As with her previous verse novels, Engle’s language is lyrical and evocative, spare but by no means sparse. With her amazing ability to pare down words, hone in on character and distill emotion, Engle has created yet another unforgettable story.

LION ISLAND is inspired by the life of a real person: Antonia Chuffat, a young Cuban of Chinese and African ancestry, who became a champion of civil rights, fighting first, for the freedom of Chinese indentured servants (which we see in this novel) and then, later, speaking up for African Cuban community (which we don’t see in the novel, but the author mentions in her note). There other actual historical figures that Engle brings to life, and the “major events described in LION ISLAND are factual” although the author has, of course, imagined details.

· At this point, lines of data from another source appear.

def rotate_mask(mask, coord_in, coord_out):
    """Rotate a mask (or a map with holes) between coordinate systems in pixel space.

    Each output pixel takes the value of the input pixel that contains its
    centre, rotated back into ``coord_in`` (nearest-pixel resampling, so a
    binary mask stays binary).  Missing pixels of a map stay missing.

    Parameters
    ----------
    mask : array_like of shape (12*nside**2,)
        RING mask (values in [0, 1]) or any RING map.
    coord_in, coord_out : {'G', 'C', 'E'}
        Coordinate systems.

    Returns
    -------
    ndarray of shape (12*nside**2,)
    """
    import healpy as hp

    from cmbtools.maps.monopole_dipole import _CHUNK, _pixel_vectors

    a = as_map(mask, "mask")
    cin, cout = _coord_pair(coord_in, coord_out)
    if cin == cout:
        return a.copy()
    nside = _nside_of(a)
    rot = hp.Rotator(coord=[cout, cin])  # output centres -> input system
    out = np.empty_like(a)
    for start in range(0, a.size, _CHUNK):
        pix = np.arange(start, min(start + _CHUNK, a.size))
        v = np.asarray(rot(_pixel_vectors(nside, pix).T))
        out[pix] = a[hp.vec2pix(nside, v[0], v[1], v[2])]
    return out


def gaussian_beam_window(fwhm_arcmin, lmax):
    """Deprecated name of :func:`cmbtools.spectrum.gaussian_beam` (the one Gaussian beam); kept for one release.

    Parameters
    ----------
    fwhm_arcmin : float
        Full width at half maximum, arcminutes.
    lmax : int
        Largest multipole.

    Returns
    -------
    ndarray of shape (lmax+1,)
        ``B_l``.
    """
    from cmbtools.spectrum.beams import gaussian_beam

    return gaussian_beam(fwhm_arcmin, lmax)


_FILL_CHOICES = (None, "zero", "mean")


def smooth_map(m, *, fwhm_arcmin=None, beam=None, lmax=None, fill_missing=None, n_iter=3, nthreads=None,
               force=False):
    """Smooth a map with a Gaussian beam or a tabulated beam ``B_l``.

    Parameters
    ----------
    m : array_like of shape (12*nside**2,)
        RING map.
    fwhm_arcmin : float, optional
        FWHM of a Gaussian beam, in arcminutes.
    beam : array_like of shape (>= lmax+1,), optional
        Tabulated beam transfer ``B_l`` indexed by ell (exactly one of
        ``fwhm_arcmin`` and ``beam`` must be given).
    lmax : int, optional
        Band limit (default ``3*nside - 1``).
    fill_missing : {None, 'zero', 'mean'}, default=None
        What to do with missing pixels.  ``None`` refuses maps with missing
        pixels (smoothing would spread the sentinel).  'zero' or 'mean' fill
        them with 0 or with the mean of the valid pixels before smoothing and
        mark them missing again afterwards; pixels near the holes are then
        biased towards the fill value over about one FWHM.
    n_iter : int, default=3
        Refinement steps of the analysis.
    nthreads : int, optional
        Threads for the transforms.
    force : bool, default=False
        Go ahead even if the memory estimate exceeds what the machine has
        available.

    Returns
    -------
    ndarray of shape (12*nside**2,)
        The smoothed map; missing pixels (if filled) are UNSEEN again.

    Raises
    ------
    InvalidInputError
        For missing pixels without ``fill_missing``, a map with no valid pixel,
        or a bad beam.
    MemoryLimitError
        If the transforms would not fit in memory (unless ``force``).

    Warns
    -----
    CmbtoolsWarning
        If ``lmax > 3*nside - 1``.
    """
    from cmbtools._core import sht as _sht

    a = as_map(m, "map")
    nside = _nside_of(a)
    lmax = 3 * nside - 1 if lmax is None else check_lmax(lmax, nside)
    warn_lmax_above_band_limit(lmax, nside)
    if (fwhm_arcmin is None) == (beam is None):
        raise InvalidInputError("Give exactly one of 'fwhm_arcmin' (Gaussian beam) and 'beam' (tabulated B_l).")
    if beam is None:
        from cmbtools.spectrum.beams import gaussian_beam

        bl = gaussian_beam(check_positive(fwhm_arcmin, "fwhm_arcmin"), lmax)
    else:
        bl = check_cl(beam, "beam", lmax=lmax)[: lmax + 1]
    if fill_missing not in _FILL_CHOICES:
        raise InvalidInputError(f"The 'fill_missing' parameter must be None, 'zero' or 'mean'. Got {fill_missing!r} instead.")
    bad = missing_pixels(a)
    if bad.any():
        if fill_missing is None:
            raise InvalidInputError(
                f"The 'map' has {int(bad.sum())} missing pixels; smoothing would spread them. "
                f"Pass fill_missing='zero' or 'mean' to fill them first."
            )
        if bad.all():
            raise InvalidInputError("The 'map' has no valid pixel to smooth.")
        a = a.copy()
        a[bad] = 0.0 if fill_missing == "zero" else float(np.mean(a[~bad]))
    check_memory(estimate_map_transform_bytes(nside, lmax), f"Smoothing a map at nside {nside} with lmax {lmax}", force=force)
    nthreads = resolve_nthreads(nthreads)
    alm = _sht.map2alm(a, lmax, n_iter=n_iter, nthreads=nthreads)
    out = _sht.alm2map(_sht.almxfl(alm, bl, lmax), nside, lmax, nthreads=nthreads)
    out[bad] = UNSEEN
    return out


# --------------------------------------------------------------------------- polarized maps


def _as_iqu_map(m, name="map", *, allow_missing=True):
    """(3, npix) float64 I, Q, U maps with a valid HEALPix size."""
    from cmbtools.maps.polarized_fits import _as_iqu

    a = _as_iqu(m, name)
    rows = [as_map(a[i], f"{name} ({'IQU'[i]})", allow_missing=allow_missing) for i in range(3)]
    return np.stack(rows)


def _iqu_alm(a, lmax, n_iter, nthreads):
    """T, E, B coefficients of a complete (3, npix) map (HEALPix convention)."""
    from cmbtools._core import sht as _sht

    alm_t = _sht.map2alm(a[0], lmax, n_iter=n_iter, nthreads=nthreads)
    alm_e, alm_b = _sht.map2alm_spin2(a[1], a[2], lmax, n_iter=n_iter, nthreads=nthreads)
    return [np.asarray(x, dtype=np.complex128) for x in (alm_t, alm_e, alm_b)]


def _iqu_from_alm(alms, nside, lmax, nthreads):
    from cmbtools._core import sht as _sht

    t = _sht.alm2map(alms[0], nside, lmax, nthreads=nthreads)
    q, u = _sht.alm2map_spin2(alms[1], alms[2], nside, lmax, nthreads=nthreads)
    return np.stack([t, q, u])
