"""HEALPix maps and masks: FITS input/output, missing pixels, masks, apodization,
monopole/dipole, coordinate rotation, resolution change and smoothing.

Conventions: maps are float64 RING arrays in K_CMB; missing pixels hold the
UNSEEN sentinel (:data:`UNSEEN`) and every function here
leaves them out of any computation.  Masks are RING arrays of weights in
[0, 1].  Angles given in degrees say so in the argument name.

The implementation lives in one module per job (``fits``: FITS input/output of
maps and masks; ``polarized_fits``: of I, Q, U maps and mask pairs;
``healpix_table``: the HEALPix FITS table under both, units, coordinate names;
``masks``: masks and apodization; ``monopole_dipole``: the monopole/dipole
fit; ``conversions``: rotation, resolution change, smoothing); this package
only re-exports their public names.

Examples
--------
>>> import numpy as np
>>> from cmbtools.maps import cap_mask, mask_moments
>>> w = cap_mask(64, 10.0, 20.0, 60.0)
>>> round(mask_moments(w).f_sky, 2)   # cap area 2 pi (1 - cos 60 deg) / 4 pi = 0.25
0.25
"""

from cmbtools._core.checks import UNSEEN, missing_pixels  # noqa: F401
from cmbtools.maps import conversions as _conversions
from cmbtools.maps import fits as _fits
from cmbtools.maps import healpix_table as _healpix_table
from cmbtools.maps import masks as _masks
from cmbtools.maps import monopole_dipole as _monopole_dipole
from cmbtools.maps import polarized_fits as _polarized_fits
from cmbtools.maps.conversions import *  # noqa: F401,F403
from cmbtools.maps.fits import *  # noqa: F401,F403
from cmbtools.maps.fits import read_map, write_map  # noqa: F401  (deprecated names, kept for one release)
from cmbtools.maps.healpix_table import *  # noqa: F401,F403
from cmbtools.maps.polarized_fits import *  # noqa: F401,F403
from cmbtools.maps.conversions import gaussian_beam_window  # noqa: F401  (deprecated: spectrum.gaussian_beam)
from cmbtools.maps.masks import *  # noqa: F401,F403
from cmbtools.maps.monopole_dipole import *  # noqa: F401,F403

__all__ = [
    "UNSEEN",
    "missing_pixels",
    *_fits.__all__,
    *_healpix_table.__all__,
    *_polarized_fits.__all__,
    *_masks.__all__,
    *_monopole_dipole.__all__,
    *_conversions.__all__,
]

Engle has also, as with her many previous historical verse novels, created compelling fictional characters. Most compelling among them is Fan, a young woman who is Chinese and a talented singer. Fan, and her twin brother, Wing, are refugees from California, who left to escape the anti-Asian riots and lynchings – a potent reminder that there have been times when our nation was place from which people sought to flee injustice; that our nation has not always been a safe, egalitarian haven to which refugees flee. When Fan decides to defy her father and work at “el teatro chino”, Wing, Fan and Antonio find themselves able to battle the injustice around them, in their own quiet way.

A subtle theme that runs through the novel, that I found particularly interesting (perhaps because it is a theme that runs through my debut novel, CLIMBING THE STAIRS), is the question of violence versus nonviolence. Antonio is impressed and convinced of the “POWER in words”, whereas Wing has conflicting feelings and a strong desire, driven in part by impatience, in part by a longing to avenge the violence his family fled from. Fan bemoans the fact that her twin “…imagines that new violence can destroy/our old sorrows.” Antonio falls in love with Fan, but she does not reciprocate his feelings. Yet, despite these tensions, the three work together to hide runaways and help them get to safety.

The book begins with a short historical note, to help orient the reader, and is then divided into seven sections. Beginning in 1871, with Antonio a hesitant twelve year old, its ends in 1878, with Antonio a confident, capable and courageous young man.

While the brutality of indentured servitude is not depicted first hand, as it is outside the scope of this story, Engle’s target audience of middle-grade readers will hear powerful testimonies in the section “Listeners.” For example, in the verse entitled My Ghost Story, we hear from an indentured servant whose lives “…like an invisible spirit,/ followed by shrieking crows/ and howling wind,/ knowing that I could be whipped/ just like my friend, who bled to death/ from many/ narrow/ wounds.” In this compelling section, Antonio visits the fields where the indentured servants are forced to work, so that he can listen to and record their narratives. This section is filled with poems “inspired by real pleas for freedom” – which, I was delighted to hear were, in fact, written in verse. If the eventual success of the actual pleas does not speak to the power of poetry, what does?

This is “the final volume” in Engle’s “loosely linked group of historical verse novels about the struggle against forced labor in nineteenth-century Cuba.” I can’t wait to read the next book this prolific and gifted author will produce – whether it’s a verse novel or a picture book.